Small is beautiful on India-Pakistan front

Unspoken charge against Hina in Delhi was that at 34 years of age, she couldn’t possibly be anything but lightweight.

Pakistan’s foreign minister Hina Rabbani Khar was always in danger of being miscast as an up-at-heel Cinderella by the Indian media during her visit to Delhi this week — and I plead guilty.

The lady’s fury is totally in order, too. Back in Lahore, when asked by waiting reporters to react to the Indian media’s description of her as a style icon, Hina snapped back. “There is paparazzi everywhere,” she said, implying that the Indian journalist’s obsession with her oversized Birkin bag (at Rs1.7 million, said the Times of India), her Roberto Cavalli sunshades and her coloured pearls (South Sea or Mikimoto?) was directly proportional to the limited attention it paid to all serious issues.

Now that’s a serious charge, and regretfully I must admit the beautiful Hina may be right again. The Indian media was so swept off its feet by the trappings of the vision from across the border, it failed to adequately note the path-breaking nature of the joint statement in which, for the first time in several decades, “the people” from both countries were put on top of the bilateral agenda.

In fact, the Pakistani media returned the compliment in some ways.
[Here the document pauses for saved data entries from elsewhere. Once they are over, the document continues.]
import type { FastifyInstance, FastifyRequest } from 'fastify';
import { GraphQLScalarType } from 'graphql';
import mercurius from 'mercurius';
import type { z } from 'zod';
import { ScienceError } from '../../src/errors.js';
import type { Config } from '../config.js';
import { HttpProblem, nonFiniteProblem, scienceProblem } from '../errors.js';
import { SAFETY_NOTICE } from '../notice.js';
import { jobSize } from '../pool.js';
import { stamped } from '../provenance.js';
import { checkRequestSchema } from '../schemas/checks.js';
import { fitRequestSchema } from '../schemas/fit.js';
import { PeaksRequestSchema } from '../schemas/peaks.js';
import { potentialRequestSchema } from '../schemas/potentials.js';
import { PredictionRequestSchema } from '../schemas/predictions.js';
import { NonFiniteResult } from '../usecases/finite.js';
import { getDiatomicSpeciesEntry, getLinearSpecies, listSpecies } from '../usecases/species.js';

const JSONScalar = new GraphQLScalarType({
  name: 'JSON',
  serialize: (v) => v,
  parseValue: (v) => v,
});

/** GraphQL sends absent optional fields as null; zod expects them absent (so that defaults apply). */
function dropNulls(v: unknown): unknown {
  if (Array.isArray(v)) return v.map(dropNulls);
  if (v && typeof v === 'object') {
    return Object.fromEntries(
      Object.entries(v as Record<string, unknown>)
        .filter(([, x]) => x !== null && x !== undefined)
        .map(([k, x]) => [k, dropNulls(x)]),
    );
  }
  return v;
}

function badInput(error: z.ZodError): never {
  const errors = error.issues.map((i) => ({ path: i.path.join('/') || '(input)', message: i.message }));
  throw new mercurius.ErrorWithProps('input does not match the schema', { code: 'VALIDATION_FAILED', errors }, 200);
}

/** Run a use case, turning science errors into GraphQL errors with the REST problem's code and fields. */
async function guarded<T>(f: () => T | Promise<T>): Promise<T> {
  try {
    return await f();
  } catch (e) {
    const p =
      e instanceof ScienceError
        ? scienceProblem(e)
        : e instanceof NonFiniteResult
          ? nonFiniteProblem(e)
          : e instanceof HttpProblem
            ? e.problem
            : undefined;
    if (!p) throw e;
    const { detail, ...rest } = p;
    throw new mercurius.ErrorWithProps(detail, rest, 200);
  }
}

/** The part of mercurius's context the resolvers read: the HTTP request, for its body digest. */
interface Ctx {
  readonly reply: { readonly request: FastifyRequest };
}

export function resolvers(config: Config, app: FastifyInstance) {
  const schema = fitRequestSchema(config.maxLines);
  const potentialSchema = potentialRequestSchema(config.maxLines);
  const checkSchema = checkRequestSchema(config.maxLines);
  return {
    JSON: JSONScalar,
    // A library entry carries the caution too, as GET /v1/species/{formula} does.
    SpeciesEntry: { notice: () => SAFETY_NOTICE },
    LinearSpeciesEntry: { notice: () => SAFETY_NOTICE },
    Query: {
      fit: async (_: unknown, args: { input: unknown }, ctx: Ctx) => {
        const parsed = schema.safeParse(dropNulls(args.input));
        if (!parsed.success) badInput(parsed.error);
        const body = parsed.data;
        const r = await guarded(() => app.pool.run<object>({ kind: 'fit', body }, jobSize(body)));
        return stamped(ctx.reply.request, r, body.sample);
      },
      check: async (_: unknown, args: { input: unknown; tolerances?: unknown }, ctx: Ctx) => {
        const raw = dropNulls({
          ...(args.input as object),
          ...(args.tolerances != null ? { tolerances: args.tolerances } : {}),
        });
        const parsed = checkSchema.safeParse(raw);
        if (!parsed.success) badInput(parsed.error);
        const body = parsed.data;
        const r = await guarded(() => app.pool.run<object>({ kind: 'check', body }, jobSize(body)));
        return stamped(ctx.reply.request, r, body.sample);
      },
      peaks: (_: unknown, args: { spectrum: unknown; peakOptions?: unknown }) => {
        const parsed = PeaksRequestSchema.safeParse(
          dropNulls({ spectrum: args.spectrum, peakOptions: args.peakOptions }),
        );
        if (!parsed.success) badInput(parsed.error);
        const body = parsed.data;
        return guarded(() => app.pool.run({ kind: 'peaks', body, peakThreads: config.peakThreads }, jobSize(body)));
      },
      predict: async (_: unknown, args: { input: unknown }, ctx: Ctx) => {
        const input = dropNulls(args.input) as Record<string, unknown>;
        const { levelBands, ...rest } = input;
        const merged = Array.isArray(levelBands)
          ? { ...rest, bands: [...(Array.isArray(rest.bands) ? rest.bands : []), ...levelBands] }
          : levelBands !== undefined
            ? { ...rest, bands: levelBands }
            : rest;
        const parsed = PredictionRequestSchema.safeParse(merged);
        if (!parsed.success) badInput(parsed.error);
        const body = parsed.data;
        const r = await guarded(() => app.pool.run<object>({ kind: 'predict', body }, 1));
        return stamped(ctx.reply.request, r, body.sample);
      },
      potential: (_: unknown, args: { input: unknown }) => {
        const parsed = potentialSchema.safeParse(dropNulls(args.input));
        if (!parsed.success) badInput(parsed.error);
        const body = parsed.data;
        return guarded(() => app.pool.run({ kind: 'potential', body }, Math.max(jobSize(body), 1)));
      },
      species: (_: unknown, args: { formula?: string | null }) =>
        guarded(() => (args.formula ? [getDiatomicSpeciesEntry(args.formula)] : listSpecies().species)),
      linearSpecies: (_: unknown, args: { formula?: string | null }) =>
        guarded(() => (args.formula ? [getLinearSpecies(args.formula)] : listSpecies().linear)),
    },
  };
}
The obsession with the Great Game in both countries abounds: Indian spies are found on sundry street corners in the big and small cities of Balochistan, the return to ‘strategic depth’ in Afghanistan is accompanied by a rush of adrenalin whether or not Kabul is interested in such a relationship with Islamabad in the first place, and Siachen and Sir Creek become coveted markers from where spheres of influence can be enhanced.
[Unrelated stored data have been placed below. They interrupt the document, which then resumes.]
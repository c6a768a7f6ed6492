import { Buffer } from 'node:buffer';
import type { Config } from './config.js';
import { CSV_TYPES, JCAMP_TYPES, textBodyToJson } from './text-bodies.js';

/**
 * The routes whose handlers take a RawBody (services/rest/timed.ts#answerRawBody): only their large bodies are left
 * unparsed for a worker. Any other route parses its body on the event loop, whatever its size (its schema would
 * otherwise meet a RawBody, not the request).
 */
export const RAW_BODY_ROUTES: ReadonlySet<string> = new Set([
  '/v1/fits',
  '/v1/checks',
  '/v1/reports',
  '/v1/peaks',
  '/v1/potentials',
]);

/**
 * A large body left unparsed on the event loop: the worker that does the work also decodes it (UTF-8), parses it
 * (JSON, JCAMP-DX or CSV), validates it with the route's schema and serialises the answer, so that none of those
 * steps, each proportional to the size of the body, freezes /healthz or the other requests. The bytes as read are
 * moved to the worker (transferred, not copied; services/rest/timed.ts), where a string of tens of MB was decoded
 * here, copied into the worker's message and out of it again.
 */
export class RawBody {
  /** The body's bytes, in an ArrayBuffer of their own (so that it can be transferred). */
  readonly bytes: Uint8Array;
  /** Whether the body holds a `"spectrum"` key, read before the bytes leave (for the advice of an error). */
  readonly namesSpectrum: boolean;
  constructor(
    body: Uint8Array,
    readonly contentType: string,
    readonly query: Record<string, unknown>,
  ) {
    this.bytes = body.byteOffset === 0 && body.byteLength === body.buffer.byteLength ? body : body.slice();
    this.size = Math.ceil(body.byteLength / 100);
    this.namesSpectrum = Buffer.from(body.buffer, body.byteOffset, body.byteLength).includes('"spectrum"');
  }
  /** Estimated size in lines, for admission and the metrics: about 100 bytes a line (a spectrum point 20). */
  readonly size: number;
}

/** Charset labels read as UTF-8, as fastify reads a body itself (ASCII is a subset). */
const UTF8_LABELS = new Set(['utf-8', 'utf8', 'us-ascii', 'ascii']);

/** The charset a Content-Type declares, lower-cased; undefined when it declares none. */
export function declaredCharset(contentType: string): string | undefined {
  return /;\s*charset\s*=\s*"?([^";\s]+)/i.exec(contentType)?.[1]?.toLowerCase();
}

/**
 * The body's text. UTF-8 (none declared, utf-8 or us-ascii) is decoded as fastify decodes a body it parses itself
 * (invalid bytes become U+FFFD); another charset the WHATWG Encoding Standard names (ISO-8859-1, windows-1252, …) by
 * that decoder: a CSV exported in Latin-1 with "position (µm)" in its header was read as "�m" and refused. Labels
 * no decoder knows never get here (`unreadableCharset`, a 415 before the body is read).
 * @see https://encoding.spec.whatwg.org/#names-and-labels
 */
export function bodyText(bytes: Uint8Array, contentType = ''): string {
  const charset = declaredCharset(contentType);
  if (charset === undefined || UTF8_LABELS.has(charset))
    return Buffer.from(bytes.buffer, bytes.byteOffset, bytes.byteLength).toString('utf8');
  return new TextDecoder(charset).decode(bytes);
}

/**
 * The declared charset when the service cannot read a body in it, else undefined: UTF-16 and UTF-32 (a Windows
 * "Unicode" export: lines are split and numbers read byte-wise, so these are refused rather than decoded), labels
 * no decoder knows, and any charset but UTF-8 on an NDJSON stream (read line by line as UTF-8).
 */
export function unreadableCharset(contentType: string, ndjson: boolean): string | undefined {
  const charset = declaredCharset(contentType);
  if (charset === undefined || UTF8_LABELS.has(charset)) return undefined;
  if (ndjson || /^(utf-?(16|32)(le|be)?|ucs-?2|unicode)$/.test(charset)) return charset;
  try {
    new TextDecoder(charset);
    return undefined;
  } catch {
    return charset;
  }
}

/** Deepest JSON nesting accepted; the contract's bodies need 4 levels. */
export const MAX_JSON_DEPTH = 32;

/**
 * The nesting depth of a parsed JSON value, iteratively; stops counting past the limit. Keys that could poison a
 * prototype when the value is merged later ("__proto__", "constructor") are refused, as fastify's parser does.
 * Values and depths go on two stacks kept between calls: a pair per value cost 47 kB of garbage a 60-line fit request
 * (measured with V8's sampling heap profiler).
 */
export function jsonDepth(value: unknown): number {
  if (value === null || typeof value !== 'object') return 0;
  const values = depthStack.values;
  const depths = depthStack.depths;
  let top = 0;
  values[0] = value;
  depths[0] = 1;
  let max = 0;
  try {
    while (top >= 0) {
      const v = values[top] as object;
      const d = depths[top] as number;
      top--;
      if (d > max) max = d;
      if (max > MAX_JSON_DEPTH) return max;
      // Numbers and strings add no depth: only objects and arrays are stacked (a 10⁶-point spectrum is two arrays).
      if (Array.isArray(v)) {
        // Indexed: for…of over the 10⁶ numbers of a spectrum took about five times as long.
        for (let i = 0, n = v.length; i < n; i++) {
          const x: unknown = v[i];
          if (x !== null && typeof x === 'object') {
            values[++top] = x;
            depths[top] = d + 1;
          }
        }
      } else
        for (const k in v) {
          if (!Object.hasOwn(v, k)) continue;
          if (k === '__proto__' || k === 'constructor')
            throw Object.assign(new Error(`Object contains forbidden prototype property "${k}"`), { statusCode: 400 });
          const x: unknown = (v as Record<string, unknown>)[k];
          if (x !== null && typeof x === 'object') {
            values[++top] = x;
            depths[top] = d + 1;
          }
        }
    }
    return max;
  } finally {
    // Emptied, so that no request's data stays reachable; a stack grown past a few thousand entries is dropped.
    if (values.length > 4096) values.length = depths.length = 0;
    else values.fill(undefined);
  }
}

/** jsonDepth's stacks (the service is single-threaded per isolate and jsonDepth does not re-enter). */
const depthStack = { values: [] as unknown[], depths: [] as number[] };

export function tooDeep(): Error {
  return Object.assign(new Error(`JSON nested deeper than ${MAX_JSON_DEPTH} levels`), { statusCode: 400 });
}

/** A large body that is not JSON: the 400 INVALID_JSON problem a small one gets (services/pool.ts rebuilds it). */
export class InvalidJsonBody extends Error {}

/**
 * A body that is JSON but for a NaN or Infinity where a number goes (Python's json.dumps writes them unless
 * allow_nan=False): the 400 VALIDATION_FAILED a finite number out of range gets, naming the field, not the parser's
 * "Unexpected token N" with no field. services/pool.ts rebuilds it from a worker.
 */
export class NonFiniteLiteral extends Error {
  /** A client error (GraphQL answers it 400, as a body that is not JSON). */
  readonly statusCode = 400;
  readonly reason: string;
  constructor(
    readonly field: string,
    readonly token: string,
  ) {
    const reason = `expected a finite number, received ${token} (JSON has no NaN or Infinity): send a finite number or leave the field out`;
    super(`${field}: ${reason}`);
    this.reason = reason;
  }
}

const NON_FINITE_TOKEN = /^[+-]?(?:nan|inf(?:inity)?)(?![\w.])/i;

/**
 * Where the first NaN or ±Infinity literal of a JSON text stands, as a path ("lines/3/position"; "(body)" for the
 * whole body), or undefined when there is none outside strings. Run only on a body JSON.parse refused: one pass
 * over the text, tracking the containers and the current key or index.
 */
export function nonFiniteLiteral(text: string): NonFiniteLiteral | undefined {
  const path: (string | number)[] = [];
  const inArray: boolean[] = [];
  let key = false;
  for (let i = 0, n = text.length; i < n; i++) {
    const c = text.charCodeAt(i);
    if (c === 0x22) {
      let j = i + 1;
      while (j < n && text.charCodeAt(j) !== 0x22) j += text.charCodeAt(j) === 0x5c ? 2 : 1;
      if (key) {
        let name: string;
        try {
          name = JSON.parse(text.slice(i, j + 1)) as string;
        } catch {
          name = text.slice(i + 1, j);
        }
        path[path.length - 1] = name;
      }
      i = j;
    } else if (c === 0x7b || c === 0x5b) {
      inArray.push(c === 0x5b);
      path.push(c === 0x5b ? 0 : '');
      key = c === 0x7b;
    } else if (c === 0x7d || c === 0x5d) {
      inArray.pop();
      path.pop();
    } else if (c === 0x2c) {
      if (inArray.at(-1)) path[path.length - 1] = (path.at(-1) as number) + 1;
      else key = true;
    } else if (c === 0x3a) key = false;
    else if (c === 0x4e || c === 0x6e || c === 0x49 || c === 0x69 || c === 0x2b || c === 0x2d) {
      const m = NON_FINITE_TOKEN.exec(text.slice(i, i + 10));
      if (m) return new NonFiniteLiteral(path.join('/') || '(body)', m[0]);
    }
  }
  return undefined;
}

/** A 400 the parser raises (nesting, a forbidden key): crosses from a worker as its message, the same answer. */
export class ClientError extends Error {
  readonly statusCode = 400;
}

export type Limits = Pick<Config, 'maxLines' | 'maxPoints'>;

/** The body as the route's JSON, parsed where it is called (in a worker for large bodies). */
export function decodeBody(raw: Pick<RawBody, 'bytes' | 'contentType' | 'query'>, limits: Limits): unknown {
  const text = bodyText(raw.bytes, raw.contentType);
  const type = raw.contentType.split(';')[0]?.trim().toLowerCase() ?? '';
  if ((JCAMP_TYPES as readonly string[]).includes(type) || (CSV_TYPES as readonly string[]).includes(type))
    return textBodyToJson(type, text, raw.query, limits);
  let parsed: unknown;
  try {
    // A leading byte order mark is skipped, as fastify's parser skips it for a small body.
    parsed = JSON.parse(text.charCodeAt(0) === 0xfeff ? text.slice(1) : text);
  } catch (e) {
    throw (
      nonFiniteLiteral(text) ?? new InvalidJsonBody(`the body is not valid JSON: ${(e as Error).message.slice(0, 200)}`)
    );
  }
  if (jsonDepth(parsed) > MAX_JSON_DEPTH) throw tooDeep();
  return parsed;
}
But look at what happened this time. The Pakistani side couldn’t possibly object to Delhi’s initiatives to increase interaction between Kashmiris on both sides of the Line of Control, or across the international border. The offer of “non-discriminatory trade” is  hidden deep inside the joint statement, an alias for most-favoured nation status. Let’s see how that pans out when Pakistan’s commerce secretary Zafar Mehmood comes to Delhi to talk to his counterpart Rahul Khullar. (And yes, both are Punjabi).
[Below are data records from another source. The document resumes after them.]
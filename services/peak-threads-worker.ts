import { fitGroups, type GroupFit, type PackedGroups } from '../src/spectra/peaks.js';

/** A worker thread of services/peak-threads.ts: one packed chunk of candidate groups fitted by the pure src stage. */
export default function fitChunk(chunk: PackedGroups): GroupFit[] {
  return fitGroups(chunk);
}
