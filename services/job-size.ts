/** How big a request is, in lines (a spectrum counts a hundredth of its points): the unit of admission control. */
export function jobSize(body: { lines?: readonly unknown[]; spectrum?: { x: readonly unknown[] } }): number {
  return (body.lines?.length ?? 0) + Math.ceil((body.spectrum?.x.length ?? 0) / 100);
}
Actually, it may be a good thing that Hina Rabbani Khar stole the show last week. Pakistan’s “weapon of mass distraction”, as a fully paid-up member of India’s Twitterati set described her, has thrown such a cloud of stardust in the eyes of both medias that it allows both governments — and dare I say, Pakistan’s army, which takes a serious interest in foreign policy, especially with India — to underwrite the small-is-beautiful measures that hawks mostly misunderstand.

The unspoken charge against Hina in Delhi was that at 34 years of age, she couldn’t possibly be anything but a lightweight. She has very little experience, she belongs to Pakistan’s upper-class and is therefore as feudal as they come, and may be a front for the real powers that runs foreign policy, whether Ashfaq Kayani, Asif Zardari, Yousaf Raza Gilani or Rehman Malik.

Thing about Hina is, she’s stunning. There are so few men and women in public life who are so good-looking that the attention is natural. But instead of getting perturbed by the publicity, she would do well to remember that Indira Gandhi was also called a goongi gudiya when she first entered politics — within five years, the country was calling her Durga, the mother goddess.

Published in The Express Tribune, July 31st, 2011.